I would thus format the code before committing either using:

  • the IDE on save (Eclipse can do this automatically with Save Actions)
  • a pre-commit hook (on your local repo?)
  • using jalopy:format during process-sources
Pascal Thivent
I am from America, so my workflow is ideal then :)
I'd like Hudson to format the code if it is not properly formatted, if it isn't there will be differences, in which case it can check those in automatically. I'd prefer it to be automated.
@Walter LOL! Deming was American so no offense :) Regarding your request, note that all the solutions I suggested are automated. Anyway, I'm not using Hudson right now so I can't build a solution relying on it and will let others answers. Still, I think you should *prevent* non formated code to be committed.
Pascal Thivent
I already have Jalopy attached to the process-sources phase. It isn't hudson dependent, what I can do is also attach an SCM command on the mvn install/deploy phases?
Then every single time I do an install / deploy, the formatted code will be checked-in? The problem with automating the check-in at this point is that it is no longer just a code format, but actual code changed. I'd like to keep it 2 operations so that the diffs are easier to view.
I can only agree with Pascal on this one. Have Eclipse format the code for you or use the jalopy:format when you run your build. You could also run Checkstyle either in Eclipse as a plug-in or through maven as a plug-in. That way you can make the build fail if the code isn't properly formatted. Having automated check-ins for anything seems to me like a dangerous idea. Rather make it impossible to check in bad code. That way the developer needs to take care of writing properly formatted code.Reference:http://checkstyle.sourceforge.net/
AGrunewald
I wasn't asking for your opinion. I was asking how to achieve this. I will have a background job that will make sure the code checked-in is formatted.
I agree, I'd like code to be formatted before it is checked in, but that is another task that be handled automatically.

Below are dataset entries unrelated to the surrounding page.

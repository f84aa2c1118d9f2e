"""Scenarios and the streams drawn for them."""

from types import SimpleNamespace
from typing import Any

import numpy as np
import pytest

from idlearn.envs import Scenario, Streams, make_streams
from idlearn.errors import InputError


def draw(scenarios: list[Scenario], **other: Any) -> tuple[Streams, ...]:
    plain: dict[str, Any] = {
        "purpose": "jury", "seeds": range(4), "seed": 7, "sample_time_s": 2.0,
        "outputs": ["t", "p"], "controlled": (0,), "rest": [20.0], "actuators": ["v"],
    }  # fmt: skip
    return make_streams(scenarios, **(plain | other))


STEP = Scenario(
    name="step", duration_s=40.0, setpoint={"t": ((0.0, 30.0), (10.0, 35.0), (30.0, 25.0))},
    input_disturbance={"v": ((20.0, -1.0),)},
)  # fmt: skip


def test_steps_are_held_from_their_sample_on() -> None:
    (s,) = draw([STEP])
    assert s.n_samples == 20
    expected = [30.0] * 5 + [35.0] * 10 + [25.0] * 5
    assert s.setpoint[2, :, 0].tolist() == expected
    assert s.load[0, :, 0].tolist() == [0.0] * 10 + [-1.0] * 10
    assert s.measured.shape == (4, 20, 0)
    assert s.noise.shape == (4, 21, 2)


def test_silent_scenario_rests() -> None:
    (s,) = draw([Scenario(name="hold", duration_s=10.0)])
    assert (s.setpoint == 20.0).all()
    assert not s.load.any()


def test_groups_by_length_keep_scenario_and_seed() -> None:
    short, long = draw(
        [STEP, Scenario(name="b", duration_s=8.0), Scenario(name="c", duration_s=40)]
    )
    assert (short.n_samples, long.n_samples) == (4, 20)
    assert short.scenario.tolist() == [1] * 4
    assert long.scenario.tolist() == [0] * 4 + [2] * 4
    assert long.seed.tolist() == [0, 1, 2, 3] * 2
    assert long.names == ("step", "b", "c")


def test_a_stream_does_not_depend_on_its_company() -> None:
    (alone,) = draw([STEP], seeds=[3])
    _, crowd = draw([Scenario(name="b", duration_s=8.0), STEP])
    np.testing.assert_array_equal(alone.noise[0], crowd.noise[3])
    (numpy_seed,) = draw([STEP], seeds=np.arange(4))
    np.testing.assert_array_equal(numpy_seed.noise, crowd.noise)


def test_purposes_seeds_and_scenarios_have_their_own_noise() -> None:
    (a,) = draw([STEP])
    (b,) = draw([STEP], purpose="practice")
    (c,) = draw([STEP], seed=8)
    rows = [a.noise[0], a.noise[1], b.noise[0], c.noise[0]]
    for i, first in enumerate(rows):
        for second in rows[:i]:
            assert not np.isclose(first, second).any()
    assert abs(a.noise.mean()) < 4 / np.sqrt(a.noise.size)


def test_varied_steps_stay_in_their_range_and_differ_by_seed() -> None:
    steps = ((0, 30.0), (200, 40.0))
    varied = Scenario(name="v", duration_s=400.0, setpoint={"t": steps}, vary=0.5)
    (s,) = draw([varied], seeds=range(200))
    final = s.setpoint[:, -1, 0]
    assert (s.setpoint[:, 0, 0] == 30.0).all()
    assert 35.0 <= final.min() < 35.5
    assert 44.5 < final.max() <= 45.0
    when = (s.setpoint[:, :, 0] != 30.0).argmax(axis=1) * 2.0
    assert 180.0 <= when.min() < 182.0 + 2
    assert 218.0 - 2 < when.max() <= 220.0


def test_disturbance_record_is_replayed_in_blocks() -> None:
    record = np.arange(50.0)[:, None]
    (s,) = draw([STEP], disturbance=record, n_d=1)
    for row in s.measured[:, :, 0]:
        assert (np.diff(row) == 1).all()
    assert len({row[0] for row in s.measured[:, :, 0]}) > 1
    (held,) = draw([STEP], disturbance=np.array([[21.5]]), n_d=1)
    assert (held.measured == 21.5).all()
    (short,) = draw([STEP], disturbance=record[:7], n_d=1)
    assert (np.abs(np.diff(short.measured[:, :, 0])) <= 1).all()  # to and fro, without jumps


def test_no_noise_and_other_widths() -> None:
    (s,) = draw([STEP], noise=False)
    assert not s.noise.any()
    (s,) = draw([STEP], n_draws=5)
    assert s.noise.shape == (4, 21, 5)


@pytest.mark.parametrize(
    ("change", "message"),
    [
        ({"duration_s": 0.0}, "duration_s is 0.0"),
        ({"duration_s": float("nan")}, "duration_s is nan"),
        ({"vary": 1.0}, "vary is 1.0"),
        ({"setpoint": {"t": ()}}, "setpoint of 't' needs finite"),
        ({"setpoint": {"t": ((0.0, float("inf")),)}}, "setpoint of 't' needs finite"),
        ({"setpoint": {"t": ((5.0, 1.0), (5.0, 2.0))}}, r"times \[5.0, 5.0\]; they have to grow"),
        ({"input_disturbance": {"v": ((-1.0, 1.0),)}}, "input_disturbance of 'v' has times"),
    ],
)
def test_refused_scenarios(change: dict[str, Any], message: str) -> None:
    with pytest.raises(InputError, match=message):
        Scenario(**({"name": "x", "duration_s": 10.0} | change))


def test_refused_streams(make: SimpleNamespace) -> None:
    with pytest.raises(InputError, match="setpoint of 'p', but the outputs with a setpoint are"):
        draw([Scenario(name="x", duration_s=9, setpoint={"p": ((0, 1),)})])
    with pytest.raises(InputError, match="input_disturbance of 't', but the actuators are"):
        draw([Scenario(name="x", duration_s=9, input_disturbance={"t": ((0, 1),)})])
    with pytest.raises(InputError, match="share a name"):
        draw([STEP, STEP])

@Walter very often, people are asking for [a wrong specific solution instead of explaining their general problem](http://meta.stackoverflow.com/questions/56366/can-we-get-people-to-directly-ask-about-their-problems-instead-of-topics-they-thi), exactly like you here. I thought that giving some advices about the right way to handle your problem would be valuable (if not for you, for other readers). I'm free to post my opinion on your problem, you're free to just ignore my opinion and go your way. Good luck.
Pascal Thivent
Like I said, what I would like to do is periodically format the source code in the repository as it is. My reasoning being that sometimes I check code in to fix a very specific problem without running maven. So, I am guilty of not 'testing it', in that case, I usually add comments, or fix imports. What I am looking for is a system that corrects all of my stupid programming mistakes, ie. does the grunt work. Since I have been publishing my code online, I haven't been running maven locally, I let my local hudson instance do what I want.